The safety of induced pluripotent stem cells (iPSCs) haws been debated in several studies and publications. Original studies of the genetic differences between the cellular sources of iPSCs and the iPSCs derived from them tended to show a whole gaggle of new mutations that seemed to not appear in the original cells. Therefore, several commentators warned about the “dark side of pluripotency.”. However, other studies that utilized higher-resolution techniques showers that many of these mutations that occurred in iPSCs did exist in the original cells before their reprogramming, but that these mutations occurred at low frequencies, but became amplified during the culturing of reprogrammed cells.
One feature that has received less attention in these discussions of the safety of iPSC derivation is that the method by which iPSCs are made has distinct consequences for the stem cells that are made. Typically, methods that utilize gene vectors that do not integrate into the genomes of the host cells are inherently safer than those vectors that do integrate. PiggyBac transposon vectors integrate, but self-excise soon after their integration, and, therefore, do not leave a trace or their previous integration. Minicircles also do not integrate and tend to produce safer iPSCs. For this reason, this present paper is of interest to us.
Franklin West and his colleagues at the University of Georgia have made chicken iPSCs using minicircles to reprogram adult cells. West was interested in using iPSCs to make recombinant chickens, since chickens are a rather primary food source and major component of economic development in several countries. Making transgenic or recombinant chickens by means of stem cell technology makes it possible to make animals with improved meat and egg production or disease resistance.
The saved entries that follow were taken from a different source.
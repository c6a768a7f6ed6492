import { createHash } from 'node:crypto';
import { readFileSync } from 'node:fs';
import { Transform } from 'node:stream';
import type { FastifyInstance, FastifyRequest } from 'fastify';
import { LIBRARY_EDITION, libraryEntries } from '../src/species/library.js';

/**
 * Provenance of every answer: the software and reference-library versions, and the SHA-256 of the request body as
 * it arrived (hashed while it streams in, before any parser sees it), so that a filed report can be tied to the
 * exact bytes it was computed from.
 */

declare module 'fastify' {
  interface FastifyRequest {
    /** SHA-256 (hex) of the body as received; of the empty body when none was sent. */
    inputSha256?: string;
  }
}

function packageVersion(): string {
  // services/ and dist/services/ both sit below the package root.
  for (const rel of ['../package.json', '../../package.json']) {
    try {
      const pkg = JSON.parse(readFileSync(new URL(rel, import.meta.url), 'utf8')) as {
        name?: string;
        version?: string;
      };
      if (pkg.name === 'branchwise' && typeof pkg.version === 'string') return pkg.version;
    } catch {
      // try the next candidate
    }
  }
  return 'unknown';
}

/** The edition of the library and the first 12 hex digits of a digest of every value and source in it. */
function libraryVersion(): string {
  const digest = createHash('sha256').update(JSON.stringify(libraryEntries())).digest('hex').slice(0, 12);
  return `${LIBRARY_EDITION}+${digest}`;
}

export interface Software {
  readonly name: string;
  readonly version: string;
  readonly libraryVersion: string;
}

export const SOFTWARE: Software = Object.freeze({
  name: 'branchwise',
  version: packageVersion(),
  libraryVersion: libraryVersion(),
});

export const EMPTY_SHA256 = createHash('sha256').digest('hex');

export interface Provenance {
  readonly software: Software;
  readonly input: { readonly sha256: string };
}

export function provenanceOf(req: FastifyRequest): Provenance {
  return { software: SOFTWARE, input: { sha256: req.inputSha256 ?? EMPTY_SHA256 } };
}

/** Hash every request body as its bytes pass by (compressed or not, exactly as sent). */
export function hashRequestBodies(app: FastifyInstance): void {
  app.addHook('preParsing', async (request, reply, payload) => {
    const hash = createHash('sha256');
    const tap = new Transform({
      transform(chunk: Buffer, _enc, done) {
        hash.update(chunk);
        done(null, chunk);
      },
      flush(done) {
        request.inputSha256 = hash.digest('hex');
        done();
      },
    });
    payload.on('error', (e) => tap.destroy(e));
    // An answer sent before the body was read (a content type no route takes: 415) left the piped body stalled
    // once the tap's buffer filled, and Node no longer discards an unread body it sees being consumed: the next
    // request on the keep-alive connection then waited behind it unanswered. The rest is discarded, as Node does.
    reply.raw.once('finish', () => {
      if (payload.readableEnded || payload.destroyed) return;
      payload.unpipe(tap);
      payload.resume();
    });
    return payload.pipe(tap);
  });
}

/** A use case's result with the request's provenance and, when it sent one, its sample. */
export function stamped<T extends object>(
  req: FastifyRequest,
  result: T,
  sample?: object,
): T & Provenance & { sample?: object } {
  return { ...result, ...(sample ? { sample } : {}), ...provenanceOf(req) };
}

/** The same for one record of a batch: the digest of that record's bytes (its NDJSON line, without the line end). */
export function stampedBytes<T extends object>(
  bytes: string,
  result: T,
  sample?: object,
): T & Provenance & { sample?: object } {
  const sha256 = createHash('sha256').update(bytes).digest('hex');
  return { ...result, ...(sample ? { sample } : {}), software: SOFTWARE, input: { sha256 } };
}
To this end, West and his group made chicken (c) iPSCs from skin fibroblast cells by means of a nonviral minicircle reprogramming method. This resulted in ciPSCs that showed excellent stem cell appearance and expressed key stem cell marker genes (alkaline phosphatase, POU5F1, SOX2, NANOG, and SSEA-1). These cells also showed very rapid growth in culture and expressed high levels of the enzyme telomerase, which is an enzyme that is vital for the maintenance of chromosomes.
When West and his research group transplanted late-passage ciPSCs into stage X chicken embryos, the cIPSCs successfully integrated into the growing embryo and contributed to tissues derived from all three primary germ layers (ectoderm, mesoderm, and endoderm). These ciPSCs also contributed to the gonads, which means that the ciPSCs could make gametes that could contribute to the production of a new generation of chicken.
These ciPSCs provide an exciting new tool to create transgenic chickens and has broad and exciting implications for agricultural and transgenic animal fields at large. However, it also demonstrates that iPSCs can be safely produced and used for agricultural purposes. This means that if non-integration-based or non-viral-based techniques are used to make iPSCs it should be possible to make them safely for therapeutic purposes also.